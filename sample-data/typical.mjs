import { execFileSync } from "node:child_process";
import { mkdtempSync, readFileSync, rmSync } from "node:fs";
import { tmpdir } from "node:os";
import { join } from "node:path";
import { fileURLToPath } from "node:url";
import { standardised } from "./animals.mjs";

// How typical is the shipped draw? Makes the study with the seeds 1 to 60, fits the true model to each (recapture by
// effort) and lists F of the analysis of deviance for both drivers, and their fitted effects. Needs `npm run build`.

const dist = (path) => import(new URL(`../dist/${path}.js`, import.meta.url).href);
const { readOccasions } = await dist("study/occasions");
const { readCaptures } = await dist("study/captures");
const { sufficientStatistics } = await dist("survival/statistics");
const { fitModel } = await dist("survival/fit");
const { covariateSurvival, intervalSurvival } = await dist("survival/design");
const { designOf, recapturePart } = await dist("survival/recapture-choice");
const { analysisOfDeviance } = await dist("survival/analysis-of-deviance");

const OCCASIONS = {
  file: "occasions.csv",
  name: "visit",
  start: "from",
  end: "to",
  format: "yyyy-MM-dd",
  lengths: "whole years",
  effort: "net_hours",
};
const CAPTURES = {
  layout: "dated",
  file: "captures.csv",
  animal: "ring",
  date: "date",
  format: "yyyy-MM-dd",
  strata: ["age_at_ringing"],
  lost: { column: "fate", values: ["died", "ring removed"] },
};

async function evidence(seed, folder) {
  execFileSync(process.execPath, [fileURLToPath(new URL("make.mjs", import.meta.url)), folder, String(seed)]);
  const files = { readText: async (name) => readFileSync(join(folder, name), "utf8") };
  const { occasions, intervals } = await readOccasions(OCCASIONS, files);
  const { counts } = await readCaptures(CAPTURES, occasions, files);
  const truth = JSON.parse(readFileSync(join(folder, "truth.json"), "utf8")).intervals;
  const data = counts.map(sufficientStatistics);
  const frame = {
    strata: data.map((one) => one.stratum),
    intervals: intervals.length,
    lengths: Float64Array.from(intervals, (one) => one.length),
    forced: [],
    effort: Float64Array.from(standardised(occasions.slice(1).map((one) => one.effort))),
  };
  const recapture = recapturePart(frame, "effort");
  const fitted = (survival) => fitModel(data, designOf(frame, survival, recapture));
  const drivers = ["winter rain", "spring green"].map((name) => ({
    name,
    values: Float64Array.from(truth, (row) => row[`${name} standardised`]),
  }));
  const both = fitted(covariateSurvival(frame, drivers));
  const { f } = analysisOfDeviance(
    fitted(covariateSurvival(frame, [])),
    both,
    fitted(intervalSurvival(frame)),
  );
  const effects = drivers.map(({ name }) => both.estimates[both.names.indexOf(name)]);
  return { seed, f, effects };
}

const folder = mkdtempSync(join(tmpdir(), "covey-typical-"));
const all = [];
for (let seed = 1; seed <= 60; seed++) all.push(await evidence(seed, folder));
rmSync(folder, { recursive: true, force: true });
all.sort((a, b) => a.f - b.f);
for (const { seed, f, effects } of all)
  process.stdout.write(
    `seed ${seed}: F = ${f.toFixed(2)}, effects ${effects.map((one) => one.toFixed(2)).join(", ")}\n`,
  );
process.stdout.write(`middle: ${((all[29].f + all[30].f) / 2).toFixed(2)}\n`);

-=-=-=-=-

**WHAT IS EXPECTED:**
Write the records out in full, exactly as they read above.

**EXERCISE RESPONSE:**
filename sample-data/typical.mjs
import { execFileSync } from "node:child_process";
import { mkdtempSync, readFileSync, rmSync } from "node:fs";
import { tmpdir } from "node:os";
import { join } from "node:path";
import { fileURLToPath } from "node:url";
import { standardised } from "./animals.mjs";

// How typical is the shipped draw? Makes the study with the seeds 1 to 60, fits the true model to each (recapture by
// effort) and lists F of the analysis of deviance for both drivers, and their fitted effects. Needs `npm run build`.

const dist = (path) => import(new URL(`../dist/${path}.js`, import.meta.url).href);
const { readOccasions } = await dist("study/occasions");
const { readCaptures } = await dist("study/captures");
const { sufficientStatistics } = await dist("survival/statistics");
const { fitModel } = await dist("survival/fit");
const { covariateSurvival, intervalSurvival } = await dist("survival/design");
const { designOf, recapturePart } = await dist("survival/recapture-choice");
const { analysisOfDeviance } = await dist("survival/analysis-of-deviance");

const OCCASIONS = {
  file: "occasions.csv",
  name: "visit",
  start: "from",
  end: "to",
  format: "yyyy-MM-dd",
  lengths: "whole years",
  effort: "net_hours",
};
const CAPTURES = {
  layout: "dated",
  file: "captures.csv",
  animal: "ring",
  date: "date",
  format: "yyyy-MM-dd",
  strata: ["age_at_ringing"],
  lost: { column: "fate", values: ["died", "ring removed"] },
};

async function evidence(seed, folder) {
  execFileSync(process.execPath, [fileURLToPath(new URL("make.mjs", import.meta.url)), folder, String(seed)]);
  const files = { readText: async (name) => readFileSync(join(folder, name), "utf8") };
  const { occasions, intervals } = await readOccasions(OCCASIONS, files);
  const { counts } = await readCaptures(CAPTURES, occasions, files);
  const truth = JSON.parse(readFileSync(join(folder, "truth.json"), "utf8")).intervals;
  const data = counts.map(sufficientStatistics);
  const frame = {
    strata: data.map((one) => one.stratum),
    intervals: intervals.length,
    lengths: Float64Array.from(intervals, (one) => one.length),
    forced: [],
    effort: Float64Array.from(standardised(occasions.slice(1).map((one) => one.effort))),
  };
  const recapture = recapturePart(frame, "effort");
  const fitted = (survival) => fitModel(data, designOf(frame, survival, recapture));
  const drivers = ["winter rain", "spring green"].map((name) => ({
    name,
    values: Float64Array.from(truth, (row) => row[`${name} standardised`]),
  }));
  const both = fitted(covariateSurvival(frame, drivers));
  const { f } = analysisOfDeviance(
    fitted(covariateSurvival(frame, [])),
    both,
    fitted(intervalSurvival(frame)),
  );
  const effects = drivers.map(({ name }) => both.estimates[both.names.indexOf(name)]);
  return { seed, f, effects };
}

const folder = mkdtempSync(join(tmpdir(), "covey-typical-"));
const all = [];
for (let seed = 1; seed <= 60; seed++) all.push(await evidence(seed, folder));
rmSync(folder, { recursive: true, force: true });
all.sort((a, b) => a.f - b.f);
for (const { seed, f, effects } of all)
  process.stdout.write(
    `seed ${seed}: F = ${f.toFixed(2)}, effects ${effects.map((one) => one.toFixed(2)).join(", ")}\n`,
  );
process.stdout.write(`middle: ${((all[29].f + all[30].f) / 2).toFixed(2)}\n`);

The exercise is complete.